In our brief, we argue that the U.S. Supreme Court’s balancing test in Riley v. California (2014) should govern the analysis here. In that case, the Court weighed the government’s interests in warrantless and suspicionless access to cell phone data following an arrest against an arrestee’s privacy interests in the depth and breadth of personal information stored on a cell phone. The Supreme Court concluded that the search-incident-to-arrest warrant exception does not apply, and that police need to get a warrant to search an arrestee’s phone.

Travelers’ privacy interests in their cell phones and laptops are, of course, the same as those considered in Riley. Modern devices, a decade later, contain even more data points that together reveal the most personal aspects of our lives, including political affiliations, religious beliefs and practices, sexual and romantic affinities, financial status, health conditions, and family and professional associations.

In considering the government’s interests in warrantless access to digital data at the border, Riley requires analyzing how closely such searches hew to the original purpose of the warrant exception—preventing the entry of prohibited goods themselves via the items being searched. We argue that the government’s interests are weak in seeking unfettered access to travelers’ electronic devices.

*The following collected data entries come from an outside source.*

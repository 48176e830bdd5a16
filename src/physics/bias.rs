//! From the bias of an avalanche photodiode to its gain and back, with what lies in series.
//!
//! The current through the junction is multiplied by the very gain that its drop over the series resistance lowers. For a
//! given gain the bias is plain arithmetic; for a given bias the gain is the one root of that.

use super::miller::Miller;
use crate::numeric::pchip::{Pchip, TableFault};
use crate::numeric::root::root;

/// How gain hangs on the voltage across the junction, at one temperature.
#[derive(Clone, Debug)]
pub enum Junction {
    /// Miller's formula.
    Miller(Miller),
    /// As measured.
    Table(GainTable),
}

/// Measured gains against voltage.
///
/// Interpolated by [`Pchip`] in 1/M against V: by Miller's formula 1 − (V/V_B)ⁿ, which stays bounded and all but straight
/// where M itself runs off to breakdown.
#[derive(Clone, Debug)]
pub struct GainTable {
    inverse_gain: Pchip,
    /// Ends of the gain.
    gains: (f64, f64),
    /// How far the whole curve was moved along the voltage.
    shift_v: f64,
}

impl GainTable {
    /// The curve through pairs of voltage (rising, V) and gain (≥ 1, never falling); why there is none.
    pub fn new(points: &[(f64, f64)]) -> Result<GainTable, TableFault> {
        let (x, y): (Vec<f64>, Vec<f64>) = points.iter().map(|(bias_v, gain)| (*bias_v, 1.0 / gain)).unzip();
        let gain = |point: Option<&(f64, f64)>| point.map_or(1.0, |(_, gain)| *gain);
        let gains = (gain(points.first()), gain(points.last()));
        Ok(GainTable { inverse_gain: Pchip::new(&x, &y)?, gains, shift_v: 0.0 })
    }

    /// Voltages of its ends, V.
    pub fn range_v(&self) -> (f64, f64) {
        (self.inverse_gain.first() + self.shift_v, self.inverse_gain.last() + self.shift_v)
    }

    /// Gains of its ends.
    pub fn range_gain(&self) -> (f64, f64) {
        self.gains
    }

    /// V at which the gain is M; nothing outside of the table.
    fn junction_v(&self, gain: f64) -> Option<f64> {
        let (low, high) = self.gains;
        if !(low..=high).contains(&gain) {
            return None;
        }
        let (first, last) = (self.inverse_gain.first(), self.inverse_gain.last());
        // Taken as a difference in the gain itself: it has one sign at each end, to the last digit.
        let excess =
            |junction_v: f64| self.inverse_gain.value(junction_v).map_or(f64::NAN, |y| gain * y - 1.0);
        let found = match gain {
            _ if gain == low => first,
            _ if gain == high => last,
            _ => root(excess, first, last, 1e-15).ok()?,
        };
        Some(found + self.shift_v)
    }

    fn gain_per_v(&self, gain: f64, junction_v: f64) -> f64 {
        let (first, last) = (self.inverse_gain.first(), self.inverse_gain.last());
        let place = (junction_v - self.shift_v).clamp(first, last);
        -gain * gain * self.inverse_gain.slope(place).unwrap_or(0.0)
    }
}

impl Junction {
    /// V across the junction at which the gain is M; nothing outside of a table.
    pub fn junction_v(&self, gain: f64) -> Option<f64> {
        match self {
            Junction::Miller(miller) => Some(miller.junction_v(gain)),
            Junction::Table(table) => table.junction_v(gain),
        }
    }

    /// dM/dV across the junction, in 1/V, at a gain and the voltage that belongs to it.
    pub fn gain_per_v(&self, gain: f64, junction_v: f64) -> f64 {
        match self {
            Junction::Miller(miller) => miller.gain_per_v(gain, junction_v),
            Junction::Table(table) => table.gain_per_v(gain, junction_v),
        }
    }

    /// The same junction with its breakdown voltage moved by `shift_v`, as temperature does.
    ///
    /// By formula V_B itself moves, and with it each voltage in proportion, V = V_B·f(M). A table moves as a whole, each
    /// voltage by the same amount, which is the same near breakdown. Nothing where V_B would fall to 0.
    pub fn moved(&self, shift_v: f64) -> Option<Junction> {
        match self {
            Junction::Miller(miller) => {
                let breakdown_v = miller.breakdown_v + shift_v;
                (breakdown_v > 0.0).then_some(Junction::Miller(Miller { breakdown_v, ..*miller }))
            }
            Junction::Table(table) => {
                let shift_v = table.shift_v + shift_v;
                Some(Junction::Table(GainTable { shift_v, ..table.clone() }))
            }
        }
    }

    /// By how many volts the voltage for one gain moves when the breakdown voltage moves by one.
    fn volts_per_breakdown_v(&self, junction_v: f64) -> f64 {
        match self {
            Junction::Miller(miller) => junction_v / miller.breakdown_v,
            Junction::Table(_) => 1.0,
        }
    }
}

/// Currents before multiplication.
#[derive(Clone, Copy, Debug, PartialEq)]
pub struct Currents {
    /// I₀, what the avalanche multiplies: photocurrent at unit gain and bulk dark current, A, ≥ 0.
    pub multiplied_a: f64,
    /// I_s, what flows beside it: surface dark current, A, ≥ 0.
    pub beside_a: f64,
}

impl Currents {
    /// The current in the supply at a gain, A.
    pub fn total_a(&self, gain: f64) -> f64 {
        gain * self.multiplied_a + self.beside_a
    }
}

/// A junction behind a resistance.
#[derive(Clone, Debug)]
pub struct Biased {
    /// The junction at its temperature.
    pub junction: Junction,
    /// R_s between supply and junction, Ω, ≥ 0.
    pub series_resistance_ohm: f64,
}

/// A gain that holds itself.
#[derive(Clone, Copy, Debug, PartialEq)]
pub struct Operation {
    /// M.
    pub gain: f64,
    /// What lies across the junction, V.
    pub junction_v: f64,
}

/// Why a bias gives no gain.
#[derive(Clone, Copy, Debug, PartialEq)]
pub enum NoGain {
    /// The bias reaches breakdown and nothing in series holds the current.
    Breakdown,
    /// Nothing of the bias is left for the junction, even at gain 1.
    Starved,
    /// The table begins at a higher voltage.
    BelowTable,
    /// The table ends at a lower voltage.
    AboveTable,
}

impl Biased {
    /// The bias in V at which the gain is M; nothing outside of a table.
    ///
    /// ```text
    /// V = V_j(M) + (M I₀ + I_s) R_s
    /// ```
    ///
    /// * `gain` – M, ≥ 1
    /// * `currents` – I₀ and I_s, means over a time that is long for the supply
    pub fn bias_v(&self, gain: f64, currents: &Currents) -> Option<f64> {
        Some(self.junction.junction_v(gain)? + currents.total_a(gain) * self.series_resistance_ohm)
    }

    /// The gain at a bias: the root of [`Biased::bias_v`], which rises with gain, so there is one at most.
    ///
    /// * `bias_v` – V in V; at 0 and below there is none
    /// * `currents` – I₀ and I_s
    ///
    /// At and above the breakdown voltage a solution exists only where a resistance and a current hold the junction below it.
    pub fn operation(&self, bias_v: f64, currents: &Currents) -> Result<Operation, NoGain> {
        // What is left for the multiplied current's drop and the junction.
        let left_v = bias_v - currents.beside_a * self.series_resistance_ohm;
        let per_gain_v = currents.multiplied_a * self.series_resistance_ohm;
        let (low, high) = match &self.junction {
            Junction::Miller(miller) => {
                if left_v <= per_gain_v {
                    return Err(NoGain::Starved);
                }
                // Either the junction alone, or the drop alone, would take the whole bias at these gains.
                let by_junction = miller.gain(left_v).unwrap_or(f64::INFINITY);
                let high = by_junction.min(left_v / per_gain_v);
                if high.is_infinite() {
                    return Err(NoGain::Breakdown);
                }
                (1.0, high)
            }
            Junction::Table(table) => table.gains,
        };
        let excess = |ln_gain: f64| {
            let gain = libm::exp(ln_gain).clamp(low, high);
            self.junction
                .junction_v(gain)
                .map_or(f64::NAN, |junction_v| junction_v + per_gain_v * gain - left_v)
        };
        let (ln_low, ln_high) = (libm::log(low), libm::log(high));
        let gain = if per_gain_v == 0.0 && matches!(self.junction, Junction::Miller(_)) {
            high
        } else if excess(ln_low) > 0.0 {
            return Err(NoGain::BelowTable);
        } else if excess(ln_high) < 0.0 {
            match &self.junction {
                Junction::Table(_) => return Err(NoGain::AboveTable),
                // Only rounding parts the two there.
                Junction::Miller(_) => high,
            }
        } else {
            libm::exp(root(excess, ln_low, ln_high, 1e-15).unwrap_or(ln_high)).clamp(low, high)
        };
        // Rounding of a large drop must not turn a small rest into none.
        let junction_v = (left_v - per_gain_v * gain).max(f64::MIN_POSITIVE);
        Ok(Operation { gain, junction_v })
    }

    /// dM/dV of the supply in 1/V: the junction's own slope, less what the drop takes back.
    ///
    /// ```text
    /// dM/dV = s / (1 + s I₀ R_s)        s = dM/dV_j
    /// ```
    pub fn gain_per_v(&self, at: &Operation, currents: &Currents) -> f64 {
        let own = self.junction.gain_per_v(at.gain, at.junction_v);
        own / (1.0 + own * currents.multiplied_a * self.series_resistance_ohm)
    }

    /// dM/dT in 1/K with the bias left alone.
    ///
    /// ```text
    /// dM/dT = −γ (∂V_j/∂V_B) dM/dV
    /// ```
    ///
    /// * `breakdown_v_per_k` – γ, the change of the breakdown voltage with temperature, V/K
    pub fn gain_per_k(&self, at: &Operation, currents: &Currents, breakdown_v_per_k: f64) -> f64 {
        let moved = self.junction.volts_per_breakdown_v(at.junction_v) * breakdown_v_per_k;
        -moved * self.gain_per_v(at, currents)
    }

    /// The multiplied current I₀ in A at which a bias gives the gain M; nothing without a resistance, or where the gain is not
    /// reached even without current.
    ///
    /// ```text
    /// I₀ = ((V − V_j(M))/R_s − I_s)/M
    /// ```
    pub fn multiplied_a(&self, bias_v: f64, gain: f64, beside_a: f64) -> Option<f64> {
        let drop_v = bias_v - self.junction.junction_v(gain)?;
        let current_a = (drop_v / self.series_resistance_ohm - beside_a) / gain;
        (self.series_resistance_ohm > 0.0 && current_a >= 0.0).then_some(current_a)
    }
}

First, physical contraband (like drugs) can’t be found in digital data. Second, digital contraband (such as child pornography) can’t be prevented from entering the country through a warrantless search of a device at the border because it’s likely, given the nature of cloud technology and how internet-connected devices work, that identical copies of the files are already in the country on servers accessible via the internet.

Finally, searching devices for evidence of contraband smuggling (for example, text messages revealing the logistics of an illegal import scheme) and other evidence for general law enforcement (i.e., investigating non-border-related domestic crimes) are too “untethered” from the original purpose of the border search exception, which is to find prohibited items themselves and not evidence to support a criminal prosecution.

If the Second Circuit is not inclined to require a warrant for electronic device searches at the border, we also argue that such a search—whether manual or forensic—should be justified only by reasonable suspicion that the device contains digital contraband and be limited in scope to looking for digital contraband. This extends the Ninth Circuit’s rule from U.S. v. Cano (2019) in which the court held that only forensic device searches at the border require reasonable suspicion that the device contains digital contraband, while manual searches may be conducted without suspicion. But the Cano court also held that all searches must be limited in scope to looking for digital contraband (for example, call logs are off limits because they can’t contain digital contraband in the form of photos or files).

In our brief, we also highlighted three other district courts within the Second Circuit that required a warrant for border device searches: U.S. v. Smith (2023), which we wrote about last year; U.S. v. Sultanov (2024), and U.S. v. Fox (2024). We plan to file briefs in their appeals, as well, in the hope that the Second Circuit will rise to the occasion and be the first circuit to fully protect travelers’ Fourth Amendment rights at the border.